Forever sorting – sort of downsizing

More sorting. It’s never ending.

I’m into the boxes that are marked “Books” or “Art books”.

Frank has come round. In both senses of the word. We are talking, which is a relief to me. I’d like to leave this world reconciled with all – not that it’s imminent, to my knowledge, but you never know. Sometimes relationships take time.

One of my friends asked me quite tartly to me the other day, “Why do you even speak to him anymore?”  I’ve been pondering that quite a bit since. It’s a valid question. Do  I have a valid answer?And maybe that’s too personal, in any case. The upshot, though, is that Frank has offered to take the walls down in a little room that used to be a sauna, in the basement. It has been decommissioned as a sauna and I’m more interested in having a proper place to store paintings, so  he is going to help me convert it. The wall coverings need to be replaced and some decent flooring is needed. He’s capable of doing both.

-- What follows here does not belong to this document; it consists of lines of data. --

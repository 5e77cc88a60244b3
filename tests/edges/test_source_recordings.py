"""Recordings as they come: every format, gaps, broken and hostile files."""

import json
import wave

import numpy as np
import pytest
import soundfile
from hypothesis import given, settings
from hypothesis import strategies as st

from rxchain.errors import RequestError, SourceLost
from rxchain.sources.opening import open_source
from rxchain.sources.raw_recording import RawRecording
from rxchain.sources.sigmf_recording import SigmfRecording
from rxchain.sources.wave_recording import WaveRecording

N = 5_000
RAMP = (np.linspace(-0.9, 0.9, N) + 1j * np.linspace(0.8, -0.8, N)).astype(np.complex64)


def write_sigmf(folder, data, captures=None, **global_changes):
    meta = {
        "global": {"core:datatype": "cf32_le", "core:sample_rate": 1_000.0, "core:version": "1.0.0", **global_changes},
        "captures": captures or [{"core:sample_start": 0, "core:frequency": 1e6}],
        "annotations": [],
    }
    (folder / "r.sigmf-data").write_bytes(data)
    (folder / "r.sigmf-meta").write_text(json.dumps(meta))
    return folder / "r.sigmf-meta"


def read(source):
    blocks = list(source.blocks())
    return np.concatenate([block.iq for block in blocks]), blocks


@given(block=st.integers(1, 6_000))
@settings(max_examples=20, deadline=None)
def test_any_block_length_gives_the_same_samples(tmp_path_factory, block):
    folder = tmp_path_factory.mktemp("raw")
    (folder / "r.cf32").write_bytes(RAMP.tobytes())
    iq, blocks = read(RawRecording(folder / "r.cf32", 1_000.0, 0.0, block_samples=block))
    np.testing.assert_array_equal(iq, RAMP)
    assert [one.index for one in blocks] == list(range(0, N, block))
    assert all(one.iq.dtype == np.complex64 for one in blocks)


@pytest.mark.parametrize(
    ("suffix", "dtype", "scale", "middle"),
    [(".cu8", "u1", 127.5, 127.5), (".cs8", "i1", 128, 0), (".cs16", "<i2", 32_768, 0)],
)
def test_raw_formats(tmp_path, suffix, dtype, scale, middle):
    components = np.rint(RAMP.view(np.float32) * scale + middle).astype(dtype)
    path = tmp_path / f"r{suffix}"
    path.write_bytes(components.tobytes())
    iq, blocks = read(open_source(str(path), rate_hz=48_000.0, centre_hz=1e6))
    assert np.max(np.abs(iq - RAMP)) < 1.0 / scale
    assert sum(block.overloaded for block in blocks) == 0


def test_samples_at_the_rails_are_counted(tmp_path):
    components = np.full(200, 128, "u1")
    components[[10, 21, 22, 23]] = [0, 255, 255, 255]
    (tmp_path / "r.cu8").write_bytes(components.tobytes())
    _, blocks = read(open_source(str(tmp_path / "r.cu8"), rate_hz=48_000.0, centre_hz=1e6))
    assert blocks[0].overloaded == 3


def test_numbers_that_are_none_do_not_poison_the_stream(tmp_path):
    iq = RAMP.copy()
    iq[7] = np.nan + 1j
    iq[9] = np.inf
    (tmp_path / "r.cf32").write_bytes(iq.tobytes())
    got, blocks = read(open_source(str(tmp_path / "r.cf32"), rate_hz=48_000.0, centre_hz=1e6))
    assert np.isfinite(got).all()
    assert sum(block.overloaded for block in blocks) == 2


@pytest.mark.parametrize("capture", [{"core:global_index": 3_000}, {"core:datetime": "2031-03-14T05:00:03Z"}])
def test_a_gap_between_captures_is_reported_and_counted_in_the_index(tmp_path, capture):
    first = {
        "core:sample_start": 0,
        "core:frequency": 1e6,
        "core:datetime": "2031-03-14T05:00:00Z",
        "core:global_index": 0,
    }
    if "core:datetime" in capture:
        del first["core:global_index"]
    second = {"core:sample_start": 2_000, "core:frequency": 1e6, **capture}
    source = SigmfRecording(write_sigmf(tmp_path, RAMP.tobytes(), [first, second]), block_samples=700)
    iq, blocks = read(source)
    np.testing.assert_array_equal(iq, RAMP)
    assert source.info.n_samples == N + 1_000
    lost = [(block.index, block.samples_lost) for block in blocks if block.samples_lost]
    assert lost == [(3_000, 1_000)]


def test_captures_at_different_frequencies_are_a_choice(tmp_path):
    captures = [
        {"core:sample_start": 0, "core:frequency": 1e6},
        {"core:sample_start": 2_000, "core:frequency": 2e6},
    ]
    path = write_sigmf(tmp_path, RAMP.tobytes(), captures)
    with pytest.raises(RequestError, match=r"different frequencies \(0: 1MHz, 1: 2MHz\); choose one with --capture N"):
        SigmfRecording(path)
    source = SigmfRecording(path, capture=1)
    iq, _ = read(source)
    np.testing.assert_array_equal(iq, RAMP[2_000:])
    assert source.info.centre_hz == 2e6


def test_archive_and_data_name(tmp_path):
    import tarfile

    meta = write_sigmf(tmp_path, RAMP.tobytes())
    with tarfile.open(tmp_path / "r.sigmf", "w") as archive:
        for name in ("r.sigmf-meta", "r.sigmf-data"):
            archive.add(tmp_path / name, arcname=f"r/{name}")
    for path in (tmp_path / "r.sigmf", meta.with_suffix(".sigmf-data")):
        iq, _ = read(SigmfRecording(path))
        np.testing.assert_array_equal(iq, RAMP)


@pytest.mark.parametrize(
    ("changes", "rule"),
    [
        ({"core:datatype": "cf32_be"}, "not served; one of cf32_le, ci16_le, ci8, cu8 is"),
        ({"core:datatype": "rf32_le"}, "not served"),
        ({"core:sample_rate": -5}, ""),
        ({"core:sample_rate": "fast"}, ""),
        ({"core:num_channels": 2}, "one channel is served"),
        ({"core:dataset": "../../etc/passwd"}, "must name a file in the same folder"),
        ({"core:dataset": "elsewhere.bin"}, "no such file"),
    ],
)
def test_metadata_that_cannot_be_served(tmp_path, changes, rule):
    path = write_sigmf(tmp_path, RAMP.tobytes(), **changes)
    with pytest.raises(RequestError) as error:
        SigmfRecording(path)
    assert rule in str(error.value)
    assert "\n" not in str(error.value)


@pytest.mark.parametrize(
    "text", ["", "{", "[]", '{"global": {}}', '{"global": 1, "captures": [], "annotations": []}', "[" * 9_000]
)
def test_metadata_that_is_none(tmp_path, text):
    path = write_sigmf(tmp_path, RAMP.tobytes())
    path.write_text(text)
    with pytest.raises(RequestError):
        SigmfRecording(path)


def test_names_from_files_cannot_steer_a_terminal(tmp_path):
    path = write_sigmf(tmp_path, RAMP.tobytes(), **{"core:datatype": "cf\x1b[2J32"})
    with pytest.raises(RequestError) as error:
        SigmfRecording(path)
    assert "\x1b" not in str(error.value)


@pytest.mark.parametrize("n_bytes", [0, 5])
def test_data_of_no_whole_sample(tmp_path, n_bytes):
    with pytest.raises(RequestError, match="holds no samples"):
        SigmfRecording(write_sigmf(tmp_path, b"\0" * n_bytes))


def test_a_file_that_shrinks_while_it_is_read_is_lost_after_what_was_there(tmp_path):
    path = tmp_path / "r.cf32"
    path.write_bytes(RAMP.tobytes())
    blocks = RawRecording(path, 1_000.0, 0.0, block_samples=1_000).blocks()
    first = next(blocks)
    path.write_bytes(RAMP[:1_500].tobytes())
    got = [first]
    with pytest.raises(SourceLost, match="samples early"):
        got.extend(blocks)
    assert sum(len(block.iq) for block in got) >= 1_000


@pytest.mark.parametrize(
    ("name", "subtype", "step"), [("r.wav", "PCM_16", 1 / 32_768), ("r.wav", "PCM_24", 1e-6), ("r.flac", "PCM_24", 1e-6),
                                  ("r.wav", "FLOAT", 1e-7)]
)  # fmt: skip
def test_sound_files(tmp_path, name, subtype, step):
    soundfile.write(tmp_path / name, RAMP.view(np.float32).reshape(-1, 2), 48_000, subtype=subtype)
    source = open_source(str(tmp_path / name), centre_hz=7e6)
    iq, blocks = read(source)
    assert np.max(np.abs(iq - RAMP)) < 2 * step
    assert source.info.sample_rate_hz == 48_000.0
    assert sum(block.overloaded for block in blocks) == 0


def test_rf64(tmp_path):
    soundfile.write(tmp_path / "r.rf64", RAMP.view(np.float32).reshape(-1, 2), 96_000, subtype="FLOAT", format="RF64")
    iq, _ = read(WaveRecording(tmp_path / "r.rf64", None, 0.0))
    np.testing.assert_array_equal(iq, RAMP)


def test_one_channel_is_no_iq(tmp_path):
    with wave.open(str(tmp_path / "r.wav"), "wb") as file:
        file.setnchannels(1)
        file.setsampwidth(2)
        file.setframerate(8_000)
        file.writeframes(b"\0\0" * 100)
    with pytest.raises(RequestError, match="I left and Q right"):
        WaveRecording(tmp_path / "r.wav", None, 0.0)


def test_something_else_named_like_a_sound_file(tmp_path):
    (tmp_path / "r.wav").write_bytes(b"not a sound file at all")
    with pytest.raises(RequestError, match="not a sound file"):
        WaveRecording(tmp_path / "r.wav", None, 0.0)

This little room has been the hidey-hole for the massive number of books that I brought with me when I moved and I don’t even know what’s in there anymore. There’s enough to start a book store! I had a month to clear it out before Frank would be back to start work on it. Those days are ticking away relentlessly and I’m having to work faster and pay less attention to detail. For those cheering me on in my downsizing efforts, I have  gotten rid of about four boxes of records (my own)that are not worth keeping. That has translated three huge bags of paper shredding, which will go out with the recycling this evening.

One of the boxes contained old papers that Mom had collected. It contained many of the souvenirs of my Father’s illustrious career as a professor. At various times, he had been the president of various professional societies in his own disciplines.  He came from humble beginnings and was so very thankful for the support that he had received in getting an education, that he felt he should give back to his community. He did that in both service and monetary donations, all his life. Bless his soul.

I am excited about this because, for the family history that I am writing, I am going to be able to piece together some more details of his career, of which I knew very little as a child.

In the same box, I found a poem which originally I thought must have been one that he liked to quote to us when we were children. However, it was handwritten in perfectly composed MacLean’s method lettering which was my mother’s hallmark.

Digging a little deeper, I found three more poems, each typescript on good paper, an onion skin carbon copy (as was done in the olden days, for you new generation computer users – hence the abbreviations that we use “cc” at the end of letters), and there was a handwritten draft with many crossings out and overwriting.

All doubts were gone. These were poems written by my mother. I vaguely remember her sitting at her writing desk, shooing us away if we interrupted, because she was concentrating on bringing her poem to fruition. She never read it to us. She never let us read it. My sister Lizbet tells me that she sent it out to a publisher and it was returned.  Such a shame. It was the end of her publishing dreams. She never sent it out again.  Unfortunately, it was the end of her writing attempts too. She was discouraged. Perhaps, with four children, she was also too busy.

Back to sorting.

I closed up that box once I had taken all the duplication away and had topped up the available space with more family documents. I parked it in a safe place for future inspection.  It will be a while before I get there.

Several boxes that came next were art books I’ve been waiting to find. I’ve missed them, needed them for my teaching. Those books have risen to the main floor and I’ll find room for them somehow. Then, in one box from Mom’s study, hastily packed when I departed from her home two years ago, was a collection of Canadian books and a leather case. In it were bundles of supplicant letters from every charity in the world that she supported.

Today, as I look at this empty leather case, I see the little tag in it marked, John D. Barrow, maker, Vancouver. Though I looked him up on the  ‘Net, I didn’t easily find anything. So if anyone knows something about John D. Barrow, please let me know.

It’s a solid little letter writing case. Tan Brown. Pig skin bubbly surface. Made for a half size of lined and hole-punched paper. I’ve decided to appropriate it for my own use.

Seeing it brought a flood of memories, of Mother taking a year’s worth of these solicitation letters – Red Cross, Christian Blind Mission, Lepers something-aruther, several Cancer agencies, United Way, Union Gospel Mission, Salvation Army, Boy Scouts and more – and having me sort them in piles alphabetically, then selecting the ones she wished me to make out cheques for her charitable donations.

The letters and envelopes are all gone now, but I noticed the folder by my computer filled with many such solicitations and I see by that accumulation that I have taken on her accumulating habit. Ah, me! I’ll have to go through the pile and throw most of them out.  In the meantime, I’m back to hauling boxes, opening them and sorting out the wheat from the chaff.